Старик было открыл рот, хотел возмутиться, мол, только супостат такому делу обрадоваться может, не сказал ничего и рот потихоньку закрыл. "А я ведь из ума выжил окончательно, - вдруг понял он. - Корней же меня отсюда при каких обстоятельствах не выпустит".
Корней кивнул, словно старик мысли свои вслух выразил.
- Вы понимаете, Савелий Кириллович, какая оказия получилась, - он откинулся в кресле, заложил ногу за ногу, говорил медленно, душевно, как с лучшим другом советовался. - Налоги властям за это заведение я плачу солидные. Жильцов же, сами понимаете, пускать не могу, хотя, заметьте, по нынешним временам гостиница дело прибыльное. Я бы, конечно, мог шепнуть, люди, уверен, меня поняли бы правильно: не для себя стараюсь, для людей, Савелий Кириллович, как считаете?
Старик хлопал глазами, соображая, ждут ответа либо так, для вида спрошено. Корней молчал, смотрел участливо.
- Оно конечно, - старик кашлянул. - Мальчики бы скинулись по грошику, подмогли.
- Дарья, зайди, дует у двери, простудишься, - чуть повысив голос, сказал Корней.
"Эх, стар я, стар, - думал Савелий Кириллович, глядя на вошедшую Дашу, которая улыбнулась безвинно и села за стол. - Девка со всеми потрохами его, а я, дурень, на нее рассчитывал. Замириться с ним надо, слово найти нужное".

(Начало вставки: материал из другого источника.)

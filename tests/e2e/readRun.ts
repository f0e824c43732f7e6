/** A run as the database holds it, read past the server. */
import { createDb, inWorkshop } from '@/db/createDb';
import { demoWorkshops } from '@/db/seeds/demoPeople';
import { findEntries } from '@/server/entries/queries';
import type { RecordEntry } from '@/shared/record/recordEntry';

export interface HeldRun {
  state: string;
  ended: string | null;
  head: { seq: number; hash: string };
  entries: RecordEntry[];
  releases: { givenBy: string; void: boolean }[];
  /** `openReleases`: those of its machine that are not void */
  machine: { id: string; openReleases: number };
}

/** Reads a run of the first demo workshop. */
export async function readRun(ownerUrl: string, id: string): Promise<HeldRun> {
  const db = createDb(ownerUrl, { connections: 1 });
  try {
    return await inWorkshop(db, demoWorkshops.first.id, async (tx) => {
      const run = await tx.selectFrom('runs').selectAll().where('id', '=', id).executeTakeFirstOrThrow();
      const head = await tx.selectFrom('run_heads').select(['seq', 'hash']).where('run', '=', id).executeTakeFirstOrThrow();
      const all = await tx
        .selectFrom('releases')
        .leftJoin('release_voids', 'release_voids.release', 'releases.id')
        .select(['releases.run', 'releases.given_by as givenBy', 'release_voids.voided_at as voidedAt'])
        .where('releases.machine', '=', run.machine)
        .execute();
      const releases = all.filter((one) => one.run === id).map(({ givenBy, voidedAt }) => ({ givenBy, void: voidedAt !== null }));
      const machine = { id: run.machine, openReleases: all.filter((one) => one.voidedAt === null).length };
      return { state: run.state, ended: run.ended, head, entries: await findEntries(tx, id, 0), releases, machine };
    });
  } finally {
    await db.destroy();
  }
}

Корней приложил ладонь к самовару, убедился, что не остыл еще, налил Даше чаю, подвинул мед. "А мне, гостю, не предложил", - отметил старик, но виду не подал, переставил на столе плетенку с сушками и сказал:
- На моей короткой памяти только Елену Ивановну Сердюк, которую народ за большой ум Мозгой называл, мужики к серьезной беседе допускали. Значит, ты, Дарья Евгеньевна, смышлена не по возрасту, если тебя сам, - он поклонился Корнею, - за стол сажает.

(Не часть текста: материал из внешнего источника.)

describe('H6 and H7: limited first, earth and insulation before any inlet power', () => {
  it('refuses mains without a limited pass', () => {
    expect(play(treeOf([...ready('mains'), mains('mains', 'abort')])).rule).toBe('H6');
  });
  it('lets mains follow a limited pass on the same build', () => {
    const passed = [...ready('clip'), clip('lamp'), lamp('lamp', 'read'), rails('read', 'limited', 'd3'), dead('d3', 'unclip'), remove('unclip', 'rail-clips', 'mains')];
    expect(play(treeOf([...passed, mains('mains', 'abort')])).rule).toBeNull();
    expect(play(treeOf([...passed.slice(0, -1), remove('unclip', 'rail-clips', 'work'), work('work', 'regulator', 'mains'), mains('mains', 'abort')])).rule).not.toBeNull();
  });
  it('does not let a bench pass open the mains', () => {
    expect(play(treeOf([...ready('bench'), bench('bench', 'read'), rails('read', 'regulator', 'd3'), dead('d3', 'mains'), mains('mains', 'abort')])).rule).toBe('H6');
  });
  it('refuses the lamp without the look-over, the earth, or the insulation', () => {
    expect(play(treeOf([dead('d1', 'earth'), earth('insulation'), insulation('d2'), dead('d2', 'lamp'), lamp('lamp', 'abort')])).rule).toBe('H6');
    expect(play(treeOf([look('d1'), dead('d1', 'insulation'), insulation('d2'), dead('d2', 'lamp'), lamp('lamp', 'abort')])).rule).toBe('H7');
    expect(play(treeOf([look('d1'), dead('d1', 'earth'), earth('lamp'), lamp('lamp', 'abort')])).rule).toBe('H7');
  });
  it('asks no earth of Class II', () => {
    const classTwo = { ...benchProfile, mains: { ...benchProfile.mains, protectiveClass: 'II' as const } };
    expect(play(treeOf([look('d1'), dead('d1', 'insulation'), insulation('d2'), dead('d2', 'lamp'), lamp('lamp', 'abort')]), {}, classTwo).rule).toBeNull();
  });
  it('asks on Class II, where a tree proves the earth, whether there is none; an earth that is there is a failure', () => {
    const classTwo = { ...benchProfile, mains: { ...benchProfile.mains, protectiveClass: 'II' as const } };
    const atEarth = () => new Bench(program(treeOf([dead('d1', 'earth'), earth('done')]), classTwo)).pass().dead().do({ type: 'WARNING_READ', step: 'earth' });
    const bench = atEarth();
    expect(bench.view).toMatchObject({ key: 'earth', title: 'Class II: no earth to prove' });
    expect(bench.view.current?.row).toMatchObject({ ask: 'word' });
    expect(bench.try({ type: 'READING', step: 'earth', row: 'earth', value: 0.05, typed: '0.05', instrument: { id: 'ohms', twoPole: false, uncertainty: 0 } }).ok).toBe(false);
    bench.row({ earth: 'high' });
    expect(bench.view.facts.earth).toBe('unknown');
    expect(bench.view.facts.owed.fails.map((fail) => fail.check)).toEqual(['earth']);
    expect(atEarth().row({ earth: 'in' }).view.facts.earth).toBe('proved');
  });
});

describe('H8: live steps only read or trim', () => {
  it('refuses fitting while live', () => {
    const resistor = { id: 'series', name: 'series resistor', class: 'series', area: 'regulator' };
    expect(play(treeOf([...ready('lamp'), lamp('lamp', 'fit'), fit('fit', resistor, 'done')])).rule).toBe('H1');
  });
  it('refuses a reading without contact where no clip was fitted', () => {
    const read = step('measure', 'read', 'abort', { probe: 'clipped', each: 'rails', quantity: 'volts-dc', power: 'live', limit: { is: 'nominal', of: 'row', tolerance: 'row' } });
    expect(play(treeOf([...ready('lamp'), lamp('lamp', 'read'), read])).rule).toBe('H8');
    expect(play(treeOf([...ready('clip'), clip('lamp'), lamp('lamp', 'read'), read])).rule).toBeNull();
  });
  it('refuses a live reading of a dead supply', () => {
    const read = step('measure', 'read', 'done', { contact: 'probe', probe: 'hand', each: 'rails', quantity: 'volts-dc', power: 'live', limit: { is: 'nominal', of: 'row', tolerance: 'row' } });
    expect(play(treeOf([look('read'), read])).rule).toBe('H8');
  });
});

describe('H9 and H10: boards', () => {
  it('refuses to fit boards into a supply that is not proved', () => {
    expect(play(treeOf([...ready('boards'), connect('boards', 'boards', 'done')])).rule).toBe('H9');
  });
  it('refuses the insulation test with boards in', () => {
    const inMachine = { ...benchProfile, outOfMachine: false };
    expect(play(treeOf([look('d1'), dead('d1', 'insulation'), insulation('done')]), {}, inMachine).rule).toBe('H9');
  });
  it('refuses to energise boards', () => {
    const inMachine = { ...benchProfile, outOfMachine: false, boards: { removable: false, fitted: [] } };
    expect(play(treeOf([...ready('lamp'), lamp('lamp', 'abort', { load: 'boards' })]), {}, inMachine).rule).toBe('H9');
  });
});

- Евгеньевна? - Даша непочтительно рассмеялась. - Моего отца мать не знала.
- Евгений Петрович Кучеров, - солидно ответил старик. - Подумаешь, секрет какой.
Даша посерьезнела. Почувствовав перемену в ее настроении, Корней решил снова завладеть инициативой:
- Люди мне верят, денежки бы нашли, Савелий Кириллович. Но не хочу я просить. Не от гордости, - просто знаю, как червонцы деловым достаются. За каждый целковый свободой, а то и жизнью рисковать приходится. Нехорошо такие деньги просить, непорядочно, - он взглянул на Дашу, оценила ли девушка его благородство. Девушка давно Корнея раскусила, улыбнулась тонко, опустив глаза.
- Ох, тяжела наша доля! - Савелий Кириллович вздохнул.
"Чем же твоя доля тяжела, старик? - подумала Даша. - Ходишь по людям, ешь, спишь, мзду собираешь. Сам чист, риску никакого, на черный день червончиков припас. Вот устроился мухомор, да еще жалуется ".
- Рассудил я так и решил занять у новой власти тысчонок несколько, сказал Корней. - Мне много не надо, полагаю, миллионом обойдусь.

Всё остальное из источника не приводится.